Where have all the hippies gone? Well, instead of running around the Gay Head Light, I am now the lighthouse keeper with my wife, Joan LeLacheur, and we live in Aquinnah. We’ve kept the light for the Martha’s Vineyard Museum for eighteen years. While we don’t mind anyone running around the light when we’re there, we do help protect the magnificent face of the Cliffs from climbers, now that they are owned by the Wampanoag Tribe of Gay Head (Aquinnah).
Music, movies…and partying
Music was one of the unifying elements of the youth culture. Maynard Silva: “The best thing out of the whole hippie thing was that for maybe two years, ’68, ’69, they used to have block dances in each of the towns – one was where the restrooms are in the Stop and Shop parking lot in Vineyard Haven, one was at Viera Park in Oak Bluffs, the other was Memorial Wharf in Edgartown. Really good bands would come from off-Island for free. The Commodores with Lionel Ritchie played, right there in the parking lot. One time it was the Velvet Underground. They would play all three towns. The Velvets played the three nights but they didn’t play their song “Heroin,” and then their last night right there on Memorial Wharf in Edgartown, for their last number they played “Heroin” and it was wild!”

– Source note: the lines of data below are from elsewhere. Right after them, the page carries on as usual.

// TestReportDemo fits the 5-protocol synthetic demo specimen membrane-M1
// (discovery) and checks the report weft fit writes with it.
func TestReportDemo(t *testing.T) {
	t.Parallel()
	dir := demoFitCopy(t, "membrane-M1")
	labels, points := fitCSVPoints(t, dir)
	if len(labels) != 5 {
		t.Fatalf("fit.csv has %d protocols, the demo file has 5", len(labels))
	}
	var c struct {
		Terms []struct {
			ID     string  `json:"id"`
			Weight float64 `json:"weight"`
			Family string  `json:"family"`
		} `json:"terms"`
		Selection card.SelectionSection `json:"selection"`
		Fit       card.FitSection       `json:"fit"`
	}
	mj, err := os.ReadFile(filepath.Join(dir, "model.json"))
	if err != nil {
		t.Fatal(err)
	}
	if err := json.Unmarshal(mj, &c); err != nil {
		t.Fatal(err)
	}

	t.Run("a fit plot per protocol with its series", func(t *testing.T) {
		for i, l := range labels {
			base := filepath.Join(dir, "plots", plotName("fit", i, l))
			checkPNG(t, base+".png")
			if st, err := os.Stat(base + ".svg"); err != nil || st.Size() < 10000 {
				t.Fatalf("%s.svg missing or too small: %v", base, err)
			}
			paths, texts, root := readSVG(t, base+".svg")
			n := points[l]
			// Measured points: one ring (axis 1) or square (axis 2) per
			// fit.csv row, plus one in the legend.
			rings := countPaths(paths, func(p svgPath) bool { return p.stroke == svgBlue && p.fill == "none" && p.arcs == 2 })
			squares := countPaths(paths, func(p svgPath) bool { return p.stroke == svgVermillion && p.segs == 3 && strings.HasSuffix(p.d, "Z") })
			if rings != n+1 || squares != n+1 {
				t.Errorf("protocol %s: %d rings and %d squares, want %d each (%d points in fit.csv + legend)", l, rings, squares, n+1, n)
			}
			// Model curves: one solid polyline per axis, densified
			// between the points; held-out: one dashed polyline per axis.
			solid := countPaths(paths, func(p svgPath) bool {
				return (p.stroke == svgBlue || p.stroke == svgVermillion) && !p.dashed && p.segs >= n
			})
			dashed := countPaths(paths, func(p svgPath) bool { return p.dashed && p.segs >= n-1 })
			if solid != 2 || dashed != 2 {
				t.Errorf("protocol %s: %d model curves and %d held-out curves, want 2 and 2", l, solid, dashed)
			}
			joined := strings.Join(texts, "\n")
			for _, want := range []string{"Protocol " + l, "nominal stress P [kPa]", "stretch λ", "R² "} {
				if !strings.Contains(joined, want) {
					t.Errorf("protocol %s: the plot has no text %q", l, want)
				}
			}
			if root["width"] == "" || root["height"] == "" || root["viewBox"] == "" {
				t.Errorf("protocol %s: svg without width, height or viewBox: %v", l, root)
			}
		}
	})

	t.Run("grid of all protocols", func(t *testing.T) {
		checkPNG(t, filepath.Join(dir, "plots", "fit-all.png"))
		paths, texts, _ := readSVG(t, filepath.Join(dir, "plots", "fit-all.svg"))
		curves := countPaths(paths, func(p svgPath) bool { return p.stroke == svgBlue && !p.dashed && p.segs >= 30 })
		if curves != len(labels) {
			t.Errorf("fit-all has %d axis-1 model curves, want one per protocol (%d)", curves, len(labels))
		}
		joined := strings.Join(texts, "\n")
		for _, l := range labels {
			if !strings.Contains(joined, l+" · R² ") {
				t.Errorf("fit-all has no tile titled %q with its R²", l)
			}
		}
	})

	t.Run("split plots stack every active term", func(t *testing.T) {
		active := 0
		for _, tm := range c.Terms {
			if tm.Weight > 0 {
				active++
			}
		}
		for i, l := range labels {
			base := filepath.Join(dir, "plots", plotName("split", i, l))
			checkPNG(t, base+".png")
			paths, texts, _ := readSVG(t, base+".svg")
			// One band per active term and stress component (2), plus
			// the legend swatch; the matrix grey and the family blue.
			fills := map[string]int{}
			for _, p := range paths {
				if p.fill != "" && p.fill != "none" && p.fill != "#FFFFFF" && p.fill != "#000000" {
					fills[p.fill]++
				}
			}
			if len(fills) != active {
				t.Errorf("split %s: %d band colours %v, want %d active terms", l, len(fills), fills, active)
			}
			if fills[svgBlue] != 3 {
				t.Errorf("split %s: the fibre family's blue fills %d shapes, want 3 (two panels and the legend)", l, fills[svgBlue])
			}
			joined := strings.Join(texts, "\n")
			for _, tm := range c.Terms {
				if tm.Weight > 0 && !strings.Contains(joined, tm.ID) {
					t.Errorf("split %s: the legend does not name %s", l, tm.ID)
				}
			}
		}
		checkPNG(t, filepath.Join(dir, "plots", "split-shares.png"))
	})

	t.Run("evidence plots", func(t *testing.T) {
		for _, n := range []string{"residuals", "angle-profile", "pareto", "cross-r2"} {
			checkPNG(t, filepath.Join(dir, "plots", n+".png"))
		}
		paths, _, _ := readSVG(t, filepath.Join(dir, "plots", "pareto.svg"))
		single := 0
		for _, cc := range c.Selection.Pareto {
			if cc.Layout == "single" && !cc.Dispersion && !cc.InPlane {
				single++
			}
		}
		boxes := countPaths(paths, func(p svgPath) bool { return p.fill == svgBlue && p.segs == 3 })
		if boxes != single+1 {
			t.Errorf("pareto: %d filled blue squares, want %d one-family forms + legend", boxes, single+1)
		}
		if countPaths(paths, func(p svgPath) bool { return p.stroke == "#000000" && strings.Contains(p.d, "A8,8") }) != 2 {
			t.Errorf("pareto: the chosen model is not ringed (plot and legend)")
		}
		_, texts, _ := readSVG(t, filepath.Join(dir, "plots", "cross-r2.svg"))
		cell := regexp.MustCompile(`^(−\d\.\d{3}|\d\.\d{4,5})$`) // as the cells write R²
		cells := 0
		for _, s := range texts {
			if cell.MatchString(s) {
				cells++
			}
		}
		if n := len(c.Selection.CrossR2); cells != n*n || n != len(labels) {
			t.Errorf("cross-r2: %d value cells for a %d×%d matrix", cells, n, n)
		}
		_, texts, _ = readSVG(t, filepath.Join(dir, "plots", "angle-profile.svg"))
		if !strings.Contains(strings.Join(texts, " "), "95 % interval") {
			t.Errorf("angle profile: no interval in the title")
		}
	})

	t.Run("report.html is self-contained and complete", func(t *testing.T) {
		b, err := os.ReadFile(filepath.Join(dir, "report.html"))
		if err != nil {
			t.Fatal(err)
		}
		html := string(b)
		for _, bad := range []string{"http:", "https:", "src=", "@import", "url(", "<script", "<link", "<img", "<iframe", "<object"} {
			if strings.Contains(strings.ToLower(html), bad) {
				t.Errorf("report.html contains %q: it must refer to nothing outside itself", bad)
			}
		}
		for _, m := range regexp.MustCompile(`href="([^"]*)"`).FindAllStringSubmatch(html, -1) {
			if !strings.HasPrefix(m[1], "#") {
				t.Errorf("report.html links outside itself: %s", m[0])
			}
		}
		for _, l := range labels {
			if !strings.Contains(html, "<td>"+l+"</td>") {
				t.Errorf("report.html does not name protocol %s in its tables", l)
			}
		}
		svgs := strings.Count(html, "<svg ")
		files, _ := filepath.Glob(filepath.Join(dir, "plots", "*.svg"))
		if svgs != len(files) || svgs < 2*len(labels)+5 {
			t.Errorf("report.html inlines %d plots, plots/ has %d SVG files", svgs, len(files))
		}
		for _, want := range append(append([]string{}, card.Cautions...), "SYNTHETIC DATA", "60.608", "Verdict:", "preset:hgo", "Rule:") {
			if !strings.Contains(html, htmlText(want)) {
				t.Errorf("report.html lacks %q", want)
			}
		}
	})

	t.Run("weft report rebuilds the same bytes", func(t *testing.T) {
		before := readTree(t, dir)
		if _, stderr, code := runWeft(t, "report", dir); code != exitBadInput || !strings.Contains(stderr, "--force") {
			t.Errorf("report over an existing report without --force: exit %d, %s", code, stderr)
		}
		if _, stderr, code := runWeft(t, "report", dir, "--force"); code != 0 {
			t.Fatalf("weft report: exit %d: %s", code, stderr)
		}
		after := readTree(t, dir)
		if len(after) != len(before) {
			t.Errorf("%d files before, %d after", len(before), len(after))
		}
		for name, b := range before {
			if !bytes.Equal(after[name], b) {
				t.Errorf("%s differs after 'weft report --force'", name)
			}
		}
	})

	t.Run("--strain plots against Green strain", func(t *testing.T) {
		if _, stderr, code := runWeft(t, "report", dir, "--strain", "--force"); code != 0 {
			t.Fatalf("weft report --strain: exit %d: %s", code, stderr)
		}
		_, texts, _ := readSVG(t, filepath.Join(dir, "plots", plotName("fit", 0, labels[0])+".svg"))
		joined := strings.Join(texts, "\n")
		if !strings.Contains(joined, "Green strain E") || strings.Contains(joined, "stretch λ") {
			t.Errorf("--strain: the x axis is not labelled Green strain")
		}
		// The x tick labels must be strains, not stretches: the demo
		// stretches run from 1.005 to 1.15, so E = ½(λ² − 1) runs from
		// 0.005 to 0.16125 (Green–Lagrange strain, Holzapfel 2000, §2.5).
		// The stress ticks of this protocol are whole numbers.
		top := 0.0
		for _, s := range texts {
			v, err := strconv.ParseFloat(s, 64)
			if err != nil || !strings.Contains(s, ".") {
				continue
			}
			if v > 1 && v < 1.2 {
				t.Errorf("--strain: a stretch-like tick %s", s)
			}
			if v < 1 {
				top = math.Max(top, v)
			}
		}
		if top < 0.1 || top > 0.17 {
			t.Errorf("--strain: largest strain tick %g, want one between 0.1 and 0.16", top)
		}
		if _, stderr, code := runWeft(t, "report", dir, "--force"); code != 0 {
			t.Fatalf("weft report: exit %d: %s", code, stderr)
		}
	})

	t.Run("held-out curves are the cross-validation folds", func(t *testing.T) {
		// The dashed curves must be the predictions the selection scored:
		// per protocol, the mean held-out R² over components from
		// heldout.csv and fit.csv equals the chosen form's fold R² in
		// model.json (a consistency check between two code paths).
		fit := readCSV(t, filepath.Join(dir, "fit.csv"))
		held := readCSV(t, filepath.Join(dir, "heldout.csv"))
		col := func(h []string, name string) int {
			for i, x := range h {
				if strings.HasPrefix(x, name+" [") {
					return i
				}
			}
			t.Fatalf("no column %s in %v", name, h)
			return -1
		}
		var folds []card.FoldCard
		for _, cc := range c.Selection.Pareto {
			if cc.Chosen {
				folds = cc.HeldoutFolds
			}
		}
		if len(folds) != len(labels) {
			t.Fatalf("%d folds for %d protocols", len(folds), len(labels))
		}
		var comps []string // "nominal_11", ...: every measured component
		for _, h := range fit[0] {
			if name, ok := strings.CutPrefix(h, "measured_"); ok {
				comps = append(comps, strings.Fields(name)[0])
			}
		}
		for _, f := range folds {
			sum := 0.0
			for _, comp := range comps {
				// The held-out prediction of each kept point, matched by
				// protocol and source line.
				hc := col(held[0], "heldout_"+comp)
				pred := map[string]float64{}
				for _, r := range held[1:] {
					if r[0] == f.Protocol {
						pred[r[1]], _ = strconv.ParseFloat(r[hc], 64)
					}
				}
				mc := col(fit[0], "measured_"+comp)
				var meas, mod []float64
				for _, r := range fit[1:] {
					if r[0] == f.Protocol {
						v, _ := strconv.ParseFloat(r[mc], 64)
						meas = append(meas, v)
						mod = append(mod, pred[r[1]])
					}
				}
				sum += coefficientOfDetermination(meas, mod)
			}
			got := sum / float64(len(comps))
			if math.Abs(got-float64(f.R2)) > 1e-8 {
				t.Errorf("protocol %s: held-out R² %v from heldout.csv, %v in the card's cross-validation", f.Protocol, got, float64(f.R2))
			}
		}
	})

	t.Run("chromium renders it", func(t *testing.T) { checkInChromium(t, dir, labels) })
}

When the influx of young vagabonds became sizeable, the Island’s social services had to adapt. Ann Bassett, a Vineyard native who now sells books online and produces “The Vineyard View” on MVTV, says, “A hot line was created by [Martha’s Vineyard] Community Services to deal with young people in need, including talking them down from bad trips.” This type of proactive institutional response was in glaring contrast to Nantucket’s “no longhairs” policy. In the late sixties, if you tried to get off the ferry there, you were sent right back on the boat to Woods Hole.
Ann Bassett, who lives in West Tisbury now, was also an active participant in the Island’s counterculture. “I considered myself a hippie,” she says. “I not only used the word, I treasured it. In the late sixties, if you saw someone with long hair or somebody in bizarre clothes, you could almost assume you knew what their politics were, the music they listened to, that they were anti-war.”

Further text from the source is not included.